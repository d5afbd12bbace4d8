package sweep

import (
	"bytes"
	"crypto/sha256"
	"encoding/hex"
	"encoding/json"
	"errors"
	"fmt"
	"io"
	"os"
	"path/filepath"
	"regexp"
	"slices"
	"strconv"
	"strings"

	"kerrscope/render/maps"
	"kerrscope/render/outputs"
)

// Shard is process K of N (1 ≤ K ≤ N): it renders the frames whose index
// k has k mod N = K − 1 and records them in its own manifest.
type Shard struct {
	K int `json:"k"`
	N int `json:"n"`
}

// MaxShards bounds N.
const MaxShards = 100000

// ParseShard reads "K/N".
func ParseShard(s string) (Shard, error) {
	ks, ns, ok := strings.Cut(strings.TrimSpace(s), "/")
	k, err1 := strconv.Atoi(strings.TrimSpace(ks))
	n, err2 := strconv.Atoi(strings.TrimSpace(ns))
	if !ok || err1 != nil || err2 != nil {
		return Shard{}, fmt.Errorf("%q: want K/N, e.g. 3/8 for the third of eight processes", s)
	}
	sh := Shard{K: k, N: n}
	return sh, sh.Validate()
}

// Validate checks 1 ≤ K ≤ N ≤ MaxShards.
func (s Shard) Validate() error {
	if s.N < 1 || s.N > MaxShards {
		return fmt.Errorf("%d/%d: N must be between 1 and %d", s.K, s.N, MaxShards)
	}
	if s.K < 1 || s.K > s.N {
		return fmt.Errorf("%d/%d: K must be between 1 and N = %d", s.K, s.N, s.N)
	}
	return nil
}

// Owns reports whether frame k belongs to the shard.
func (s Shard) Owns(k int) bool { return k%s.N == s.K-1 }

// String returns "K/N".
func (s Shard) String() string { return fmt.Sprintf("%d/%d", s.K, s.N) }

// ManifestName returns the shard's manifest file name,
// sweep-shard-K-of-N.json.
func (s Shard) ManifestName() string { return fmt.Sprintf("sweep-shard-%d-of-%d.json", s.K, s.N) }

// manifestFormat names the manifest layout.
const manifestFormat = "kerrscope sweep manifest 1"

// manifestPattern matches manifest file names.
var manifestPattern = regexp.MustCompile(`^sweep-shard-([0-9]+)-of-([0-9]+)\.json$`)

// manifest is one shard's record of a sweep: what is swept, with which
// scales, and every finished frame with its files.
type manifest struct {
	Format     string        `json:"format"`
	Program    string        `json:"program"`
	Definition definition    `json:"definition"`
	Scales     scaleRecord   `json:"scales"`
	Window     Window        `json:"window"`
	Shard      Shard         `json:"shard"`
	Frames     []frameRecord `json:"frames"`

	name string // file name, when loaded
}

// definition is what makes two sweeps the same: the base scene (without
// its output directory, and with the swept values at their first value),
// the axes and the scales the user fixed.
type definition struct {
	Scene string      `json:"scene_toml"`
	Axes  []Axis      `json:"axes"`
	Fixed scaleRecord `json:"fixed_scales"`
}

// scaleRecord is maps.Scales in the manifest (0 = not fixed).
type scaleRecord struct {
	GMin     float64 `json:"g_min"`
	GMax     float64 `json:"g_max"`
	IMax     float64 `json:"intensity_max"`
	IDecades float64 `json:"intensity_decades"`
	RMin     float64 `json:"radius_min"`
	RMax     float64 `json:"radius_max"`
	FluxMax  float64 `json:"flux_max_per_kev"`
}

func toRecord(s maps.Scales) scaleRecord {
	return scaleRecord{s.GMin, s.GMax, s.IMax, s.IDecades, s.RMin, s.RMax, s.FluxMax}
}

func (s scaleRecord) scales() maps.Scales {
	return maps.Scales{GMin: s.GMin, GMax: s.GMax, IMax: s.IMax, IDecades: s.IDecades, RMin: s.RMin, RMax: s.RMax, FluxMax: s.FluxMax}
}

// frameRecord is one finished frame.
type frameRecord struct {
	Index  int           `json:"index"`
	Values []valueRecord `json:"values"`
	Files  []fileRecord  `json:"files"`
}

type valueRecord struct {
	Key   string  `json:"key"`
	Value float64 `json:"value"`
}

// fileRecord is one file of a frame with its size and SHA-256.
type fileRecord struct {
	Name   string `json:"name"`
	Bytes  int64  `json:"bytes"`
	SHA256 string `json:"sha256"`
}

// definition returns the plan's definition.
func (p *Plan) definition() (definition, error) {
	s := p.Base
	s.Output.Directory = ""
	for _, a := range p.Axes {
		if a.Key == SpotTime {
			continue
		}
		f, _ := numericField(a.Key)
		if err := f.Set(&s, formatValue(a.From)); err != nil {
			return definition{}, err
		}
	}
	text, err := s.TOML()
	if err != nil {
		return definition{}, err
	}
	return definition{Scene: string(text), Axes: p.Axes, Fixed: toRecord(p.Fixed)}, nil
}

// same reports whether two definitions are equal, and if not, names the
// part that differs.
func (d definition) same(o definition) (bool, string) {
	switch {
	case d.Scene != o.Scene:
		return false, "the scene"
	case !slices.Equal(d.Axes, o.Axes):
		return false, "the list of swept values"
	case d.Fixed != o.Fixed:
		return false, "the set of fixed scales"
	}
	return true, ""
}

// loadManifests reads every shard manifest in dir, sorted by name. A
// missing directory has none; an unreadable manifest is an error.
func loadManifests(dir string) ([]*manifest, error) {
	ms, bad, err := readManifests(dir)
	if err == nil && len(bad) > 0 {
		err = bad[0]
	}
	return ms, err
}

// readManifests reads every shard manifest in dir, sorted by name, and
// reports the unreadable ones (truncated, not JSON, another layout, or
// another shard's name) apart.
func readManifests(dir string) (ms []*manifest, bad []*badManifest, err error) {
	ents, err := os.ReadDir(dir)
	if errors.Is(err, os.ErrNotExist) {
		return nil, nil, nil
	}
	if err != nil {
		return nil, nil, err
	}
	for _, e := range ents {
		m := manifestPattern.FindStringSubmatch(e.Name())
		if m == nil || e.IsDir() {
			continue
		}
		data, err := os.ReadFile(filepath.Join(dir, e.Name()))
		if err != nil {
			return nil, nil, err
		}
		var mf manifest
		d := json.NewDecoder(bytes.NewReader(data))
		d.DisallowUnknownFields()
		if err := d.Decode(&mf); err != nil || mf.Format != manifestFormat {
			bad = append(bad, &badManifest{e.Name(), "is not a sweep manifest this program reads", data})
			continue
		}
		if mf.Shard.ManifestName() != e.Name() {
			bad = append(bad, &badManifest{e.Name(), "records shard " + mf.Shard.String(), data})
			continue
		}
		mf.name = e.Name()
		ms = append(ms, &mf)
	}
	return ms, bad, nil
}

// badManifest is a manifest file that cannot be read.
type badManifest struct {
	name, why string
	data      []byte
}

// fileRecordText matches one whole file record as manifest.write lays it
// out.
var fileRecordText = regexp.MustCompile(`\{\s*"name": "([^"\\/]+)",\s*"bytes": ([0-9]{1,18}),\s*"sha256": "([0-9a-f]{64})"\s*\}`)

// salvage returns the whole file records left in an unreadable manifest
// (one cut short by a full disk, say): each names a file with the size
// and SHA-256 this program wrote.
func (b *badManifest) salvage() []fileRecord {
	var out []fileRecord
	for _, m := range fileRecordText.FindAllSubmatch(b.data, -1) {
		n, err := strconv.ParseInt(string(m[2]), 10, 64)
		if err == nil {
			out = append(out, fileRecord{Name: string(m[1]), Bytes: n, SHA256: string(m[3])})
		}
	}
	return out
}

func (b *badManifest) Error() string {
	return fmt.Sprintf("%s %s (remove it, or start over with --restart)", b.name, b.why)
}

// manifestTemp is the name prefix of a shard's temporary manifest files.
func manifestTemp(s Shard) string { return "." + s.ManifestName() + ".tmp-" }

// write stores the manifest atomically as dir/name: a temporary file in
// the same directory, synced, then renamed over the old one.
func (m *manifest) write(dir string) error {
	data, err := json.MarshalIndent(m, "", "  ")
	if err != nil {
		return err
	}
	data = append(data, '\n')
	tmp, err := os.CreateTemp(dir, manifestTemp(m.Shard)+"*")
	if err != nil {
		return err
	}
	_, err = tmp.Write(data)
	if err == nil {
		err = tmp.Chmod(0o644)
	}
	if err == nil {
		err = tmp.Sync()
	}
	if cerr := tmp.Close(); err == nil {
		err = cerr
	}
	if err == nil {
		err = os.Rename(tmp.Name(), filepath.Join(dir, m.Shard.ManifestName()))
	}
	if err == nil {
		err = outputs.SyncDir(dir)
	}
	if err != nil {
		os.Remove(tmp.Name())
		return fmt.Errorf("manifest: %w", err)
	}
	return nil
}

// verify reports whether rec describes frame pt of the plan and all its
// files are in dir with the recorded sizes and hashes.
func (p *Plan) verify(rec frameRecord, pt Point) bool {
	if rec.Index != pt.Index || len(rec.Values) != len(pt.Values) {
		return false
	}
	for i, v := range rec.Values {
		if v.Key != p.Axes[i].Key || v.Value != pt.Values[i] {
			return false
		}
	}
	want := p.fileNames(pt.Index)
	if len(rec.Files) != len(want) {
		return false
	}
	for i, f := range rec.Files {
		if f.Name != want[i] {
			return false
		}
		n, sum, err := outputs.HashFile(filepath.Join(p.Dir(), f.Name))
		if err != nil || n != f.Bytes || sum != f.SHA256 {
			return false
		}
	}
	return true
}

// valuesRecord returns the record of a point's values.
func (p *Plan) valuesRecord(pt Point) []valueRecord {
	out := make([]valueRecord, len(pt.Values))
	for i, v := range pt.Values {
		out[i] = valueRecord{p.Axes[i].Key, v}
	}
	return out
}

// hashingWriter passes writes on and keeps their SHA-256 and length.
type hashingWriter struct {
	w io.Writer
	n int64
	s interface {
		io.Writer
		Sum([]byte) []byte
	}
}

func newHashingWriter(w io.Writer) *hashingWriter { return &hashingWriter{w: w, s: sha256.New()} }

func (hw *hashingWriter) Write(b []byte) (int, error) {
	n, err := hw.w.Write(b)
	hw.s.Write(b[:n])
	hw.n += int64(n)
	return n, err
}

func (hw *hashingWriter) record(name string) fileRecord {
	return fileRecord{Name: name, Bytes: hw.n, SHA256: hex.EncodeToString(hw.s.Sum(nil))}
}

-------------------------

In the entries above, find each line that includes the string "whole" and copy it.

// fileRecordText matches one whole file record as manifest.write lays it
// salvage returns the whole file records left in an unreadable manifest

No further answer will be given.